No sabemos si la corrupción es algo que forma parte de eso que llaman la naturaleza de los pueblos, inherente a ciertas sociedades, enraizada como una característica más, casi una institución. Sin duda, corrupciones y corruptelas han existido y existen en todos los países, quizá es incluso algo congénito a cualquier relación de poder, aunque cuesta imaginarlas en sociedades que consideramos más éticas. Claro que, en esta visión de las sociedades, la mirada desvirtúa no poco la realidad, aquí también se aplica aquello de ver según somos. O como pretendemos que sean. Recuérdese que un país como Alemania, centro de filosofía, de ética, baluarte de la música y de la civilidad, país al que atribuimos, no sin razón, el don de la eficacia, llevó a cabo uno de los mayores genocidios conocido, con un régimen ignominioso donde la corrupción se volvió incluso norma. De ello no ha pasado aún cien años y parece que volvemos a las andadas.



Incluso en el actual debate fiscal en España hay un claro eco de la corrupción. No se plantea de modo explícito, pero sin duda no pocos tenemos en cuenta el festín de corrupción desencadenada en todo el país a lo largo de lustros. Ni siquiera hay que estar muy al tanto de la actualidad para saber de lo que hablamos, España casi como un queso Gruyere de envilecimiento desenfrenado. Del que por cierto no está exento Cataluña, donde aquí también impera una vieja imagen que intenta marcar diferencias. Pero ahí está el clan de los Pujol, por dar un ejemplo, hay más, para demostrarnos que no hay imagen que valga, que la realidad es tozuda en desmentir hechos diferenciales, que al fin y al cabo hay un poso de igualdad entre los pueblos. Un universal.

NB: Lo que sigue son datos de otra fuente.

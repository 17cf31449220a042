import { SM1030E_LIMITS, type BalanceLimits } from './balance';

/**
 * Method profiles: every acceptance threshold used by the field-method checks lives here, in a
 * named, versioned profile. A check result records the profile id and version it used, so an
 * office can tell which rules a record passed. Agencies and projects copy the default and edit.
 *
 * Default values and their sources (see DEVELOPERS.md for the full list). "memory" = recalled,
 * not read in the source: keep editable and verify against the current manual revision.
 */
export interface Tolerance {
  /** absolute tolerance in the parameter's unit */
  abs?: number;
  /** relative tolerance (fraction) */
  rel?: number;
  /** below this value the absolute tolerance applies, above it the relative one */
  switchAt?: number;
}

export type StabilizedParameter = 'temperature' | 'pH' | 'sc' | 'do' | 'turbidity';

/** Parameters a field QC sample (replicate or blank) is judged on. */
export type QcParameter = 'temperature' | 'pH' | 'sc' | 'do' | 'alkalinity' | 'calcium';

/**
 * A replicate agrees with its parent when the relative percent difference is within `maxRpdPercent`
 * OR the plain difference is within `maxAbsDiff` (near zero an RPD says little); pH and temperature,
 * not ratio quantities, use the plain difference only.
 */
export interface ReplicateLimit {
  maxRpdPercent?: number;
  /** in the parameter's unit: °C, pH, µS/cm, mg/L, mg/L as CaCO₃ */
  maxAbsDiff?: number;
}

/** Field QC acceptance: replicate agreement per parameter, and what a blank may show. */
export interface QcLimits {
  replicate: Record<QcParameter, ReplicateLimit>;
  /** a field blank (deionized water through the same bottles and meters) passes at or below these */
  blank: { scUsPerCm: number; alkalinityMgLCaCO3: number; caMgL: number };
}

/**
 * Default QC limits (common practice, our choice; keep editable): field replicates within 5 % RPD for
 * SC, 10 % for DO and alkalinity, 20 % for kit calcium (coarse steps), pH within 0.2 and temperature
 * within 0.5 °C; a blank at most 5 µS/cm SC, 5 mg/L alkalinity as CaCO₃ and 1 mg/L calcium.
 */
export const DEFAULT_QC_LIMITS: QcLimits = {
  replicate: {
    temperature: { maxAbsDiff: 0.5 },
    pH: { maxAbsDiff: 0.2 },
    sc: { maxRpdPercent: 5, maxAbsDiff: 5 },
    do: { maxRpdPercent: 10, maxAbsDiff: 0.3 },
    alkalinity: { maxRpdPercent: 10, maxAbsDiff: 5 },
    calcium: { maxRpdPercent: 20, maxAbsDiff: 2 },
  },
  blank: { scUsPerCm: 5, alkalinityMgLCaCO3: 5, caMgL: 1 },
};

export interface MethodProfile {
  id: string;
  version: number;
  name: string;
  notes?: string;
  stabilization: {
    /** number of sequential readings that must agree */
    readings: number;
    tolerance: Record<StabilizedParameter, Tolerance>;
  };
  phCalibration: {
    slopeMinPercent: number;
    slopeMaxPercent: number;
    offsetMaxMv: number;
    /** a third (check) buffer must read within this many pH units */
    checkBufferTolerance: number;
  };
  /** SC check standard: ±relAtOrBelow at ≤ switchAtUsPerCm, ±relAbove above */
  scCalibration: { relAtOrBelow: number; relAbove: number; switchAtUsPerCm: number };
  doCalibration: { absMgL: number };
  titration: {
    /** points past the endpoint the Gran fit needs */
    minGranPoints: number;
    minGranR2: number;
    /** Gran vs inflection agreement, relative */
    agreementRel: number;
    /** and absolute, meq/L, for low alkalinity */
    agreementAbsMeqL: number;
  };
  balance: BalanceLimits;
  scRatio: { min: number; max: number };
  tdsMeasuredToCalculated: { min: number; max: number };
  tdsToSc: { min: number; max: number };
  /** a sample must lie within this many hours of a passing check of each meter */
  calibrationWindowHours: number;
  /** replicate and blank acceptance; profiles stored before it existed use {@link DEFAULT_QC_LIMITS} */
  qc?: QcLimits;
  ranges: {
    tempC: [number, number];
    pH: [number, number];
    doMgL: [number, number];
    doPercent: [number, number];
    calciteSi: [number, number];
    logPco2: [number, number];
  };
}

export const DEFAULT_PROFILE: MethodProfile = {
  id: 'bankside-default',
  version: 1,
  name: 'Bankside default (from published field practice)',
  notes:
    'Stabilization and calibration limits after the USGS National Field Manual (A6.x, memory), Standard Methods 1030 E (memory), ' +
    'EPA 120.1; ranges are common practice. Edit a copy to match your quality plan.',
  stabilization: {
    readings: 5,
    tolerance: {
      temperature: { abs: 0.2 },
      pH: { abs: 0.1 },
      sc: { abs: 5, rel: 0.03, switchAt: 100 },
      do: { abs: 0.2 },
      turbidity: { abs: 0.5, rel: 0.05, switchAt: 10 },
    },
  },
  phCalibration: { slopeMinPercent: 95, slopeMaxPercent: 102, offsetMaxMv: 30, checkBufferTolerance: 0.1 },
  scCalibration: { relAtOrBelow: 0.05, relAbove: 0.03, switchAtUsPerCm: 100 },
  doCalibration: { absMgL: 0.2 },
  titration: { minGranPoints: 3, minGranR2: 0.995, agreementRel: 0.05, agreementAbsMeqL: 0.05 },
  balance: SM1030E_LIMITS,
  scRatio: { min: 0.9, max: 1.1 },
  tdsMeasuredToCalculated: { min: 1.0, max: 1.2 },
  tdsToSc: { min: 0.55, max: 0.7 },
  calibrationWindowHours: 24,
  qc: DEFAULT_QC_LIMITS,
  ranges: {
    tempC: [-0.5, 40],
    pH: [5, 9.5],
    doMgL: [0, 20],
    doPercent: [20, 130],
    calciteSi: [-3, 2],
    logPco2: [-3.5, -1.5],
  },
};

/** Tolerance at a given value: absolute below `switchAt`, relative above (or whichever is given). */
export function toleranceAt(t: Tolerance, value: number): number {
  if (t.switchAt !== undefined && t.abs !== undefined && t.rel !== undefined) {
    return Math.abs(value) <= t.switchAt ? t.abs : t.rel * Math.abs(value);
  }
  if (t.abs !== undefined) return t.abs;
  if (t.rel !== undefined) return t.rel * Math.abs(value);
  return 0;
}

/** Reference to the profile a check used, stored with every result. */
export interface ProfileRef {
  profileId: string;
  profileVersion: number;
}

export function profileRef(p: MethodProfile): ProfileRef {
  return { profileId: p.id, profileVersion: p.version };
}

/**
 * Plain checks on a user profile (the engine has no schema library): returns the problems in
 * words, empty when the profile is usable.
 */
export function profileProblems(p: MethodProfile): string[] {
  const out: string[] = [];
  if (!p.id || typeof p.id !== 'string') out.push('The profile needs an id.');
  if (!Number.isInteger(p.version) || p.version < 1) out.push('The profile version must be a whole number ≥ 1.');
  if (!Number.isInteger(p.stabilization.readings) || p.stabilization.readings < 3) out.push('Stabilization needs at least 3 readings.');
  const pc = p.phCalibration;
  if (!(pc.slopeMinPercent > 50 && pc.slopeMinPercent < pc.slopeMaxPercent && pc.slopeMaxPercent < 120)) {
    out.push('pH slope limits must satisfy 50 < min < max < 120 %.');
  }
  if (!(pc.offsetMaxMv > 0)) out.push('pH offset limit must be positive.');
  if (!(p.doCalibration.absMgL > 0)) out.push('DO calibration tolerance must be positive.');
  if (!(p.scRatio.min < 1 && p.scRatio.max > 1)) out.push('SC ratio limits must bracket 1.');
  if (!(p.calibrationWindowHours > 0)) out.push('The calibration window must be positive.');
  for (const [k, t] of Object.entries(p.stabilization.tolerance)) {
    if ((t.abs ?? 0) < 0 || (t.rel ?? 0) < 0 || (t.abs === undefined && t.rel === undefined)) {
      out.push(`Stabilization tolerance for ${k} must be given and ≥ 0.`);
    }
  }
  return out;
}
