// Public surface of the Bankside chemistry engine. Pure TypeScript: no DOM, storage or UI.
// Other parts of the app import from here only.
export { InputError, type ChemWarning, type WarningCode } from './errors';
export { SPECIES, MOLAR_MASS, MG_CACO3_PER_MEQ, isIon, type Ion, type SpeciesInfo } from './species';
export { dielectricConstant, waterDensity, debyeHuckelA, debyeHuckelB, kelvin } from './water';
export {
  activityCoefficient,
  meanActivityCoefficient,
  chooseActivityModel,
  ACTIVITY_MODELS,
  MODEL_MAX_IONIC_STRENGTH,
  type ActivityModel,
} from './activity';
export { logK, logKTable, isExtrapolated, REACTIONS, type Reaction } from './equilibrium';
export {
  ionicStrengthFromConductance,
  ionicStrengthFromTds,
  ionicStrengthFromSalinity,
  ionicStrengthFromIons,
  DEFAULT_CONDUCTANCE_FACTOR,
  CONDUCTANCE_ESTIMATE_REL_UNCERTAINTY,
} from './ionic-strength';
export { speciate, type Speciation, type SpeciationInput } from './speciation';
export { specificConductance, conductivityAtTemperature, calculatedConductance } from './conductance';
export { chargeBalance, SM1030E_LIMITS, type ChargeBalance, type BalanceLimits } from './balance';
export {
  analyzeSample,
  DEFAULT_UNCERTAINTIES,
  type Analysis,
  type AnalyzeOptions,
  type SampleInput,
  type CalciteState,
  type IonicStrengthSource,
  type Uncertainties,
} from './analyze';
export { ENGINE_VERSION, ATMOSPHERIC_LOG_PCO2 } from './version';
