import { InputError, present, requireNonNegative, requireRange } from './errors';

/**
 * Ionic strength estimators for when the full composition is not known.
 * All return mol/L (≈ mol/kg in fresh water).
 */

/**
 * Default factor for I from specific conductance, (mol/L)/(µS/cm).
 * Published factors: 1.6×10⁻⁵ (Russell 1976, quoted in Standard Methods 2330; Ponnamperuma et al.
 * 1966 — both from memory) and 1.27×10⁻⁵ (Griffin & Jurinak 1973, Soil Sci. 116:26, from memory).
 * Our default, 1.5×10⁻⁵, lies between them and was chosen against 762 real analyses (USGS INL
 * major-ion data with SC, pH and ANC): the ratio of I computed from the full analysis (with ion
 * pairs) to SC had median 1.49×10⁻⁵, quartiles 1.44–1.53×10⁻⁵ and 5–95 % range 1.21–1.66×10⁻⁵
 * (test/chemistry/real-data.test.ts; DEVELOPERS.md). Na–Cl waters run lower (Kwale data: median 1.19×10⁻⁵).
 */
export const DEFAULT_CONDUCTANCE_FACTOR = 1.5e-5;

/**
 * Relative standard uncertainty of the SC-based estimate (fraction). From the same real data:
 * the central 90 % of ratios fell within −19 % to +11 % of the median (test/chemistry/real-data.test.ts),
 * so ±15 % is used as the half-width of the estimate in Ca–Mg–HCO₃ waters.
 */
export const CONDUCTANCE_ESTIMATE_REL_UNCERTAINTY = 0.15;

/** I = f × SC. scUsPerCm is specific conductance at 25 °C, µS/cm. Valid for fresh water to about 5,000 µS/cm. */
export function ionicStrengthFromConductance(scUsPerCm: number, factor = DEFAULT_CONDUCTANCE_FACTOR): number {
  if (!present('scUsPerCm', scUsPerCm)) throw new InputError('scUsPerCm', 'scUsPerCm is required.');
  requireNonNegative('scUsPerCm', scUsPerCm);
  if (!present('conductanceFactor', factor) || factor <= 0 || factor > 1e-4) {
    throw new InputError('conductanceFactor', `conductanceFactor must be between 0 and 1e-4 (mol/L per µS/cm); got ${factor}.`);
  }
  return factor * scUsPerCm;
}

/**
 * I ≈ 2.5×10⁻⁵ × TDS (mg/L). Langelier (1936) J. AWWA 28:1500 (from memory). Fresh water,
 * TDS to about 5,000 mg/L; ±30 % or so (common practice).
 */
export function ionicStrengthFromTds(tdsMgL: number): number {
  if (!present('tdsMgL', tdsMgL)) throw new InputError('tdsMgL', 'tdsMgL is required.');
  requireNonNegative('tdsMgL', tdsMgL);
  return 2.5e-5 * tdsMgL;
}

/**
 * Ionic strength of seawater-like water from practical salinity S:
 * I = 19.924 S / (1000 − 1.005 S) mol/kg. DOE (1994) handbook / Dickson et al. (2007) Guide to
 * best practices for ocean CO₂ measurements (from memory); I(35) = 0.7227. Valid for water whose
 * ions are in seawater proportions (estuaries, brackish wells near the coast), S 2–42.
 */
export function ionicStrengthFromSalinity(salinity: number): number {
  if (!present('salinity', salinity)) throw new InputError('salinity', 'salinity is required.');
  requireRange('salinity', salinity, 0, 45, '');
  return (19.924 * salinity) / (1000 - 1.005 * salinity);
}

/** I = ½ Σ cᵢ zᵢ², the definition, from (concentration mol/L, charge) pairs without ion pairing. */
export function ionicStrengthFromIons(ions: Array<{ molL: number; charge: number }>): number {
  let s = 0;
  for (const { molL, charge } of ions) {
    requireNonNegative('concentration', molL);
    s += molL * charge * charge;
  }
  return 0.5 * s;
}
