// `npm start`: build the production app (with its service worker) and serve it on
// localhost. The invented demo scenario is loaded from inside the app.
import { build, preview } from 'vite';

const port = Number(process.env.PORT ?? 4173);
await build({ logLevel: 'warn' });
const server = await preview({ preview: { port, strictPort: true, host: '127.0.0.1', open: false } });
const url = server.resolvedUrls?.local[0] ?? `http://127.0.0.1:${port}/`;
console.log(`\nBankside is running at ${url}`);
console.log('Open it in Chromium or Chrome; load the demo creek from the Today screen. Ctrl+C stops the server.');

Hay una lectura sociopolítica de Los hijos del desastre, las tres novelas son un espejo de las sociedades europeas del siglo XX a partir de un caso particular, con ecos que nos alcanzan hoy, es imposible no reflexionar tras su lectura sobre nuestro modelo político y económico, sobre la naturaleza de las cosas. Sus personajes se mueven en un mundo ávido, vehemente, que los arrastra. Pierre Lemaitre, no obstante, no los juzga, nos los muestra tal cual, del modo como se producen los hechos, sin justificarlos, legitimarlos ni inculparlos, allá cada cual para deducir lo que haría en sus circunstancias. Lo que sí nos muestra, y eso ya de por sí una toma de postura, es una realidad con demasiados claroscuros sobre el que tenemos que reflexionar. O tal vez asumir.